## EXTRACTED MATERIAL
———

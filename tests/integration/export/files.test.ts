import { beforeEach, describe, expect, it } from 'vitest';
import { readSheet } from 'read-excel-file/node';
import { ROLES } from '@/db/enums';
import { readAnswersCsv, readBundle, readWorkbook } from '@/lib/export/loaders';
import { abandonSession, closeSession, unsealSession } from '@/lib/sessions/lifecycle';
import { addCellar, addDraft, makeScene, openTasting, type Design, type Scene } from '../results/scene';

const DESIGN: Design = { method: 'profile', barrels: ['12', '31'], seats: 2, replicates: 1, lines: [{ name: 'Length', phase: 'after' }] };
const NONE = { withNames: false };
let scene: Scene;

beforeEach(() => {
  scene = makeScene(['12', '31']);
});

function unsealed(): string {
  const tasting = openTasting(scene, DESIGN);
  tasting.say(1, { kind: 'score', block: 1, position: 1, item: 1, value: 77 });
  tasting.say(1, { kind: 'comment', block: 1, position: 1, text: '=1+1\u0001 \u{1F347}' });
  closeSession(scene.as('leader'), tasting.sessionId, 'enough');
  unsealSession(scene.as('leader'), tasting.sessionId);
  return tasting.sessionId;
}

/** Every way out, with the same access. */
const waysOut = (access: ReturnType<Scene['as']>, id: string): (() => unknown)[] => [
  () => readAnswersCsv(access, id, NONE), () => readAnswersCsv(access, id, { withNames: true }), () => readWorkbook(access, id, NONE), () => readBundle(access, id),
];

describe('files before their time', () => {
  it('are refused in every state before unsealing, to every role', async () => {
    const open = openTasting(scene, DESIGN).sessionId;
    const closed = openTasting(scene, DESIGN).sessionId;
    closeSession(scene.as('leader'), closed, 'enough');
    const abandoned = openTasting(scene, DESIGN).sessionId;
    abandonSession(scene.as('leader'), abandoned, 'the power failed');
    for (const id of [addDraft(scene, DESIGN), open, closed, abandoned]) {
      for (const role of ROLES) {
        for (const way of waysOut(scene.as(role), id)) await expect(async () => way()).rejects.toMatchObject({ code: 'wrong_state', message: 'The results can be read after unsealing.' });
      }
    }
  });

  it('of another cellar are not found, as those of no session', async () => {
    const id = unsealed();
    const other = addCellar(scene.db, 'other', ['1']);
    for (const asked of [id, 'no-such-session']) {
      for (const way of waysOut(other.as('owner'), asked)) await expect(async () => way()).rejects.toMatchObject({ code: 'not_found' });
    }
  });
});

describe('files after unsealing', () => {
  it('bear the neutral title, and no name unless it is asked for', () => {
    const id = unsealed();
    const plain = readAnswersCsv(scene.as('winemaker'), id, NONE);
    expect(plain.name).toBe('wednesday-tasting-answers.csv');
    expect(plain.body.split('\r\n')[0]).toBe('\uFEFFseat,block,position,position_2,code,sample,sample_label,item,item_name,phase,kind,value,guess,text');
    expect(plain.body).toMatch(/\r\n1,1,1,,\d{3},[12],Barrel (12|31),1,Length,after,score,77,,\r\n/);
    expect(plain.body).toContain("\"'=1+1");
    expect(plain.body).not.toContain('Guest');
    expect(readAnswersCsv(scene.as('winemaker'), id, { withNames: true }).body).toContain('1,Guest 1,1,1');
  });

  it('as a workbook hold four sheets that a reader takes, words as words', async () => {
    const { body, name } = await readWorkbook(scene.as('panelist'), unsealed(), NONE);
    expect(name).toBe('wednesday-tasting-answers.xlsx');
    const sheet = (title: string) => readSheet(Buffer.from(body), title);
    const answers = await sheet('answers');
    expect(answers).toHaveLength(3);
    expect(answers[1]!.slice(0, 3)).toEqual([1, 1, 1]);
    expect(answers[2]!.at(-1)).toBe('=1+1 \u{1F347}');
    expect((await sheet('samples')).map((row) => row[1])).toEqual(['label', 'Barrel 12', 'Barrel 31']);
    expect((await sheet('seats'))[0]).toEqual(['seat', 'role', 'handed_in', 'left', 'answers', 'late']);
    const report = await sheet('report');
    expect(report.map((row) => row[0])).toEqual(expect.arrayContaining(['Aim', 'Method', 'Orders']));
    // Those who only taste read the neutral title, not the cellar's question.
    expect(JSON.stringify(report)).not.toContain('most bitter');
  });
});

———

## YOUR INSTRUCTIONS
Nothing may be dropped or altered; repeat every record in full.

## REPLY TO THE EXERCISE
filename tests/integration/export/files.test.ts
import { beforeEach, describe, expect, it } from 'vitest';
import { readSheet } from 'read-excel-file/node';
import { ROLES } from '@/db/enums';
import { readAnswersCsv, readBundle, readWorkbook } from '@/lib/export/loaders';
import { abandonSession, closeSession, unsealSession } from '@/lib/sessions/lifecycle';
import { addCellar, addDraft, makeScene, openTasting, type Design, type Scene } from '../results/scene';

const DESIGN: Design = { method: 'profile', barrels: ['12', '31'], seats: 2, replicates: 1, lines: [{ name: 'Length', phase: 'after' }] };
const NONE = { withNames: false };
let scene: Scene;

beforeEach(() => {
  scene = makeScene(['12', '31']);
});

function unsealed(): string {
  const tasting = openTasting(scene, DESIGN);
  tasting.say(1, { kind: 'score', block: 1, position: 1, item: 1, value: 77 });
  tasting.say(1, { kind: 'comment', block: 1, position: 1, text: '=1+1\u0001 \u{1F347}' });
  closeSession(scene.as('leader'), tasting.sessionId, 'enough');
  unsealSession(scene.as('leader'), tasting.sessionId);
  return tasting.sessionId;
}

/** Every way out, with the same access. */
const waysOut = (access: ReturnType<Scene['as']>, id: string): (() => unknown)[] => [
  () => readAnswersCsv(access, id, NONE), () => readAnswersCsv(access, id, { withNames: true }), () => readWorkbook(access, id, NONE), () => readBundle(access, id),
];

describe('files before their time', () => {
  it('are refused in every state before unsealing, to every role', async () => {
    const open = openTasting(scene, DESIGN).sessionId;
    const closed = openTasting(scene, DESIGN).sessionId;
    closeSession(scene.as('leader'), closed, 'enough');
    const abandoned = openTasting(scene, DESIGN).sessionId;
    abandonSession(scene.as('leader'), abandoned, 'the power failed');
    for (const id of [addDraft(scene, DESIGN), open, closed, abandoned]) {
      for (const role of ROLES) {
        for (const way of waysOut(scene.as(role), id)) await expect(async () => way()).rejects.toMatchObject({ code: 'wrong_state', message: 'The results can be read after unsealing.' });
      }
    }
  });

  it('of another cellar are not found, as those of no session', async () => {
    const id = unsealed();
    const other = addCellar(scene.db, 'other', ['1']);
    for (const asked of [id, 'no-such-session']) {
      for (const way of waysOut(other.as('owner'), asked)) await expect(async () => way()).rejects.toMatchObject({ code: 'not_found' });
    }
  });
});

describe('files after unsealing', () => {
  it('bear the neutral title, and no name unless it is asked for', () => {
    const id = unsealed();
    const plain = readAnswersCsv(scene.as('winemaker'), id, NONE);
    expect(plain.name).toBe('wednesday-tasting-answers.csv');
    expect(plain.body.split('\r\n')[0]).toBe('\uFEFFseat,block,position,position_2,code,sample,sample_label,item,item_name,phase,kind,value,guess,text');
    expect(plain.body).toMatch(/\r\n1,1,1,,\d{3},[12],Barrel (12|31),1,Length,after,score,77,,\r\n/);
    expect(plain.body).toContain("\"'=1+1");
    expect(plain.body).not.toContain('Guest');
    expect(readAnswersCsv(scene.as('winemaker'), id, { withNames: true }).body).toContain('1,Guest 1,1,1');
  });

  it('as a workbook hold four sheets that a reader takes, words as words', async () => {
    const { body, name } = await readWorkbook(scene.as('panelist'), unsealed(), NONE);
    expect(name).toBe('wednesday-tasting-answers.xlsx');
    const sheet = (title: string) => readSheet(Buffer.from(body), title);
    const answers = await sheet('answers');
    expect(answers).toHaveLength(3);
    expect(answers[1]!.slice(0, 3)).toEqual([1, 1, 1]);
    expect(answers[2]!.at(-1)).toBe('=1+1 \u{1F347}');
    expect((await sheet('samples')).map((row) => row[1])).toEqual(['label', 'Barrel 12', 'Barrel 31']);
    expect((await sheet('seats'))[0]).toEqual(['seat', 'role', 'handed_in', 'left', 'answers', 'late']);
    const report = await sheet('report');
    expect(report.map((row) => row[0])).toEqual(expect.arrayContaining(['Aim', 'Method', 'Orders']));
    // Those who only taste read the neutral title, not the cellar's question.
    expect(JSON.stringify(report)).not.toContain('most bitter');
  });
});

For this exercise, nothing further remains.